= Disjunctive sequence =

Sequence in which every finite string appears as a subsequence

A disjunctive sequence is an infinite sequence of characters drawn from a finite alphabet, in which every finite string appears as a substring. For instance, the Champernowne constant defined by concatenating the base-10 representations of the positive integers:
C_{10} = 0.1234567891011121314151617181920...
clearly contains all the strings and so is disjunctive.

Any normal sequence (a sequence in which each string of equal length appears with equal frequency) is disjunctive, but the converse is not true. For example, letting 0^{n} denote the string of length n consisting of all 0s, consider the sequence

$0\ 0^1\ 1\ 0^2\ 00\ 0^4\ 01\ 0^8\ 10\ 0^{16}\ 11\ 0^{32}\ 000\ 0^{64}\ldots$

obtained by splicing exponentially long strings of 0s into the shortlex ordering of all binary strings. Most of this sequence consists of long runs of 0s, and so it is not normal, but it is still disjunctive.

The complexity function of a disjunctive sequence S over an alphabet of size k is p_{S}(n) = k^{n}.

A disjunctive sequence is recurrent but never uniformly recurrent/almost periodic.

==Examples==

The following result can be used to generate a variety of disjunctive sequences:

If a_{1}, a_{2}, a_{3}, ..., is a strictly increasing infinite sequence of positive integers such that lim _{n → ∞} (a_{n+1} / a_{n}) = 1,
then for any positive integer m and any integer base b ≥ 2, there is an a_{n} whose expression in base b starts with the expression of m in base b.
(Consequently, the infinite sequence obtained by concatenating the base-b expressions for a_{1}, a_{2}, a_{3}, ..., is disjunctive over the alphabet {0, 1, ..., b-1}.)

Two simple cases illustrate this result:
- a_{n} = n^{k}, where k is a fixed positive integer. (In this case, lim _{n → ∞} (a_{n+1} / a_{n}) = lim _{n → ∞} ( (n+1)^{k} / n^{k} ) = lim _{n → ∞} (1 + 1/n)^{k} = 1.)
 E.g., using base-ten expressions, the sequences
 123456789101112... (k = 1, positive natural numbers),
 1491625364964... (k = 2, squares),
 182764125216343... (k = 3, cubes),
 etc.,
are disjunctive on {0,1,2,3,4,5,6,7,8,9}.
- a_{n} = p_{n}, where p_{n} is the n^{th} prime number. (In this case, lim _{n → ∞} (a_{n+1} / a_{n}) = 1 is a consequence of p_{n} ~ n ln n.)
 E.g., the sequences
 23571113171923... (using base ten),
 10111011111011110110001 ... (using base two),
 etc.,
are disjunctive on the respective digit sets.

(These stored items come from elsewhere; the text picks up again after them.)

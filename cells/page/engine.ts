import { CellError, type Problem } from "../errors";
import { bodyLookup } from "../species";
import type { BlockContext } from "./context";
import { emptyResult } from "./emptyResult";
import { evaluateBlock, type Pair } from "./evaluateBlock";
import { pageGraph, type PageGraph, type Step } from "./graph";
import { Memory } from "./memory";
import { plotAxis } from "./references";
import { ENGINE_VERSION, type BlockResult, type PageResults, type TraceNode, type TraceRequest } from "./results";
import { nearest, type Nearest, type NearestRequest } from "../data/nearest";
import type { Table } from "../table/table";
import { pageScopes, type Scopes } from "./scopes";
import type { Block, Column, DataBlock, PageDocument } from "./schema";
import { proposeImport } from "./propose";
import { simulatedNumber, simulationOf, type Simulation } from "../simulate";
import { traceNumber } from "./trace";

/** A column as import proposes it, and why. */
export interface ProposedColumn {
  readonly column: Column;
  /** Sentence for people: what in the header or the first rows led to this. */
  readonly reason: string;
}

/** What import proposes for a file, before anything is saved. */
export interface ImportProposal {
  readonly fileName: string;
  readonly headers: readonly string[];
  /** Every data row as text; ragged rows are filled up with `""`. */
  readonly rows: readonly (readonly string[])[];
  readonly columns: readonly ProposedColumn[];
  /** What could not be read, row by row. */
  readonly problems: readonly Problem[];
}

/**
 * The engine: synchronous, without clock, network or chance. It remembers its last evaluation, so that a block whose inputs
 * did not change keeps the identical result object.
 */
export interface Engine {
  /** Gives the bytes of a source, under its SHA-256 or, on the command line, its file name. */
  setSource(ref: string, bytes: Uint8Array): void;
  hasSource(ref: string): boolean;
  /**
   * @param simulations "now" runs every simulation to its end; "later" gives results of first order at once, with the
   *   simulations that are to be advanced by the caller, whose blocks have their full results from the next evaluation on
   */
  evaluate(page: PageDocument, simulations?: "now" | "later"): PageResults;
  /** Where a number of the last evaluation comes from; null where there is no such number now. */
  trace(request: TraceRequest): TraceNode | null;
  /** Bodies and samples nearest to a sample of the last evaluation; null where there is no such sample, or it says too little. */
  nearest(request: NearestRequest): Nearest | null;
  /** Reads a file and proposes what each of its columns is. Throws CellError where it is no table. */
  propose(bytes: Uint8Array, fileName: string): ImportProposal;
}

/** An engine with nothing in it. */
export function createEngine(): Engine {
  const sources = new Map<string, Uint8Array>();
  const memory = new Memory();
  let last: Evaluation | undefined;
  return {
    setSource: (ref, bytes) => void sources.set(ref, bytes),
    hasSource: (ref) => sources.has(ref),
    evaluate: (page, simulations = "now") => {
      last = new Evaluation(page, sources, memory);
      return last.run(simulations);
    },
    trace: (request) => last?.trace(request) ?? null,
    nearest: (request) => last?.nearest(request) ?? null,
    propose: proposeImport,
  };
}

/** One evaluation of one page. */
class Evaluation {
  private readonly graph: PageGraph;
  private readonly scopes: Scopes;
  private readonly context: BlockContext;
  private readonly results = new Map<string, BlockResult>();
  private readonly fits = new Map<string, BlockResult>();
  /** What names of bodies mean on this page, as one text: everything but tables depends on it. */
  private readonly aliases: string;
  /** Pairs of expressions that are drawn or fitted against each other, by data block. */
  private readonly pairs: readonly Pair[];

  constructor(
    private readonly page: PageDocument,
    private readonly sources: ReadonlyMap<string, Uint8Array>,
    private readonly memory: Memory,
  ) {
    const own = page.ownBodies ?? {};
    const bodies = bodyLookup(page.bodies ?? {}, own);
    this.graph = pageGraph(page);
    this.aliases = JSON.stringify([
      page.bodies ?? {},
      Object.keys(own)
        .sort()
        .map((id) => [id, own[id]]),
    ]);
    this.pairs = pairsOf(page, this.graph);
    const resultOf = (handle: string, whole: boolean): BlockResult | undefined => (whole ? undefined : this.fits.get(handle)) ?? this.results.get(handle);
    this.scopes = pageScopes(this.graph, bodies, resultOf);
    this.context = {
      bodies,
      aliases: Object.keys(page.bodies ?? {}),
      scope: (data) => this.scopes.over(data),
      expand: (text, data) => this.scopes.expand(text, data),
      result: (handle) => {
        const block = this.graph.resolve(handle);
        return block === undefined ? undefined : (this.results.get(block.id) ?? this.fits.get(block.id));
      },
      block: (handle) => this.graph.resolve(handle),
    };
  }

  run(simulations: "now" | "later"): PageResults {
    this.memory.begin();
    for (const step of this.graph.steps) this.calculate(step);
    for (const block of this.page.blocks) {
      if (!this.results.has(block.id)) this.results.set(block.id, this.recallEmpty(block));
    }
    this.memory.end();
    const bodies: Record<string, string> = {};
    for (const [alias, id] of Object.entries(this.page.bodies ?? {})) if (this.context.bodies(alias) !== undefined) bodies[alias] = id;
    const blocks = new Map<string, BlockResult>();
    const putOff = new Map<string, Simulation>();
    for (const block of this.page.blocks) {
      const result = this.results.get(block.id);
      if (result === undefined) continue;
      Object.assign(bodies, result.bodiesUsed);
      const simulation = this.simulation(block);
      const simulated = simulations === "now" ? simulation?.finish() : simulation?.result;
      blocks.set(block.id, simulated ?? result);
      if (simulation !== undefined && simulated === undefined) putOff.set(block.id, simulation);
    }
    return { engine: ENGINE_VERSION, bodies, blocks, readsFrom: this.graph.readsFrom, ...(putOff.size === 0 ? {} : { simulations: putOff }) };
  }

  /** Other blocks read what first order says, so that nothing waits for a simulation and nothing depends on whether it ran. */
  private simulation(block: Block): Simulation | undefined {
    const result = this.results.get(block.id);
    return result === undefined ? undefined : simulationOf(result, "simulate" in block ? block.simulate : undefined);
  }

  nearest({ block, index }: NearestRequest): Nearest | null {
    const tableOf = (handle: string): Table | undefined => {
      const result = this.results.get(handle);
      return result?.kind === "data" ? result.table : undefined;
    };
    const own = tableOf(this.graph.resolve(block)?.id ?? block);
    // A table made of others has their samples; each counts where it was read.
    const others = this.page.blocks.flatMap((each) => {
      const table = each.kind === "data" && each.stack === undefined && each.join === undefined ? tableOf(each.id) : undefined;
      return table === undefined ? [] : [table];
    });
    return own === undefined ? null : nearest(own, index, others, this.context.bodies.all);
  }

  trace(request: TraceRequest): TraceNode | null {
    const block = this.graph.resolve(request.block);
    const node = block === undefined ? null : traceNumber(block, request, this.context);
    if (block === undefined || node === null) return node;
    const simulated = simulatedNumber(this.simulation(block)?.result, request);
    return simulated === undefined ? node : { ...node, simulated };
  }

  private calculate(step: Step): void {
    if (step.what === "fit") {
      const { crossWith: _, ...alone } = step.block;
      this.fits.set(
        alone.id,
        this.memory.recall(`fit:${alone.id}`, this.inputs(step), () => this.evaluate(alone)),
      );
      return;
    }
    const { block } = step;
    const fit = this.fits.get(block.id);
    const result =
      block.kind === "trend" && block.crossWith === undefined && fit !== undefined
        ? fit
        : this.memory.recall(block.id, this.inputs(step), () => this.evaluate(block));
    this.results.set(block.id, result);
  }

  private evaluate(block: Block): BlockResult {
    const own = (this.graph.problems.get(block.id) ?? []).filter(
      (problem) => problem.field !== "crossWith" || (block.kind === "trend" && block.crossWith !== undefined),
    );
    let result: BlockResult;
    try {
      result = evaluateBlock(block, this.context, {
        source: block.kind === "data" ? this.sourceOf(block) : undefined,
        circular: new Set(this.graph.linesOf(block.id).flatMap((line) => (this.graph.circleOf(line) === undefined ? [] : [line.name]))),
        drawnTogether: block.kind === "formula" ? this.pairs.filter((pair) => pair.data === this.overOf(block.data)) : [],
        linesNamed: (name) => this.graph.linesNamed(name).map((line) => line.block.id),
      });
    } catch (error) {
      if (!(error instanceof CellError)) throw error;
      result = emptyResult(block, [error.toProblem(block.id)]);
    }
    return withProblems(result, own);
  }

  /** A block in a circle has no result, and says so. */
  private recallEmpty(block: Block): BlockResult {
    return this.memory.recall(block.id, this.ownInputs(block), () => emptyResult(block, this.graph.problems.get(block.id) ?? []));
  }

  private inputs(step: Step): unknown[] {
    const found = this.ownInputs(step.block);
    for (const need of this.graph.needs(step)) {
      if (need.what === "line") {
        const { block, name, line, data } = need.line;
        found.push(block.id, name, line.text, data, this.graph.circleOf(need.line));
        continue;
      }
      const other = this.graph.resolve(need.handle);
      found.push(need.what === "fit" ? this.fits.get(need.handle) : this.results.get(need.handle));
      if (other !== undefined) found.push(documentText(other));
    }
    return found;
  }

  private ownInputs(block: Block): unknown[] {
    const found: unknown[] = [documentText(block), JSON.stringify(this.graph.problems.get(block.id) ?? [])];
    if (block.kind === "data") found.push(this.sourceOf(block));
    else found.push(this.aliases);
    if (block.kind === "formula") found.push(JSON.stringify(this.pairs.filter((pair) => pair.data === this.overOf(block.data))));
    return found;
  }

  private sourceOf(block: DataBlock): Uint8Array | undefined {
    const { source } = block;
    if (source === undefined) return undefined;
    return (source.sha256 === undefined ? undefined : this.sources.get(source.sha256)) ?? this.sources.get(source.file);
  }

  private overOf(data: string | undefined): string | undefined {
    return data === undefined ? undefined : this.graph.resolve(data)?.id;
  }
}

/** A block's document as far as results of first order can depend on it. */
function documentText(block: Block): string {
  return JSON.stringify({ ...block, width: undefined, simulate: undefined });
}

/** A result with what the page has to say of its block; where both say the same, the page does it in more words. */
function withProblems(result: BlockResult, problems: readonly Problem[]): BlockResult {
  if (problems.length === 0) return result;
  const isSaid = (known: Problem): boolean =>
    problems.some((problem) => known.code === problem.code && known.field === problem.field && known.span?.[0] === problem.span?.[0]);
  return { ...result, problems: [...problems, ...result.problems.filter((known) => !isSaid(known))] };
}

/** What stands on the two axes of trends and plots, where it is a name alone. */
function pairsOf(page: PageDocument, graph: PageGraph): Pair[] {
  const found: Pair[] = [];
  const put = (data: string, x: string | undefined, y: string | undefined): void => {
    const over = graph.resolve(data)?.id;
    const [a, b] = [x?.trim(), y?.trim()];
    if (over === undefined || a === undefined || b === undefined || a === b) return;
    if (graph.linesOver(over, a).length !== 1 || graph.linesOver(over, b).length !== 1) return;
    if (!found.some((pair) => pair.data === over && pair.of.includes(a) && pair.of.includes(b))) found.push({ data: over, of: a < b ? [a, b] : [b, a] });
  };
  for (const block of page.blocks) {
    if (block.kind === "trend") put(block.data, block.x, block.y);
    if (block.kind === "plot")
      for (const drawn of block.drawn) if ("data" in drawn) put(drawn.data, drawn.x ?? plotAxis(block, "x"), drawn.y ?? plotAxis(block, "y"));
  }
  return found.sort((p, q) => (JSON.stringify(p) < JSON.stringify(q) ? -1 : 1));
}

Another result that provides a variety of disjunctive sequences is as follows:
If a_{n} = floor(f(n)), where f is any non-constant polynomial with real coefficients such that f(x) > 0 for all x > 0,
then the concatenation a_{1}a_{2}a_{3}... (with the a_{n} expressed in base b) is a normal sequence in base b, and is therefore disjunctive on {0, 1, ..., b-1}.

E.g., using base-ten expressions, the sequences
 818429218031851879211521610... (with f(x) = 2x^{3} - 5x^{2} + 11x )
 591215182124273034... (with f(x) = πx + e)
are disjunctive on {0,1,2,3,4,5,6,7,8,9}.

==Rich numbers==
A rich number or disjunctive number is a real number whose expansion with respect to some base b is a disjunctive sequence over the alphabet {0,...,b−1}. Every normal number in base b is disjunctive but not conversely. The real number x is rich in base b if and only if the set { x b^{n} mod 1} is dense in the unit interval.

 A number that is disjunctive to every base is called absolutely disjunctive or is said to be a lexicon. Every string in every alphabet occurs within a lexicon. A set is called "comeager" or "residual" if it contains the intersection of a countable family of open dense sets. The set of absolutely disjunctive reals is residual. It is conjectured that every real irrational algebraic number is absolutely disjunctive.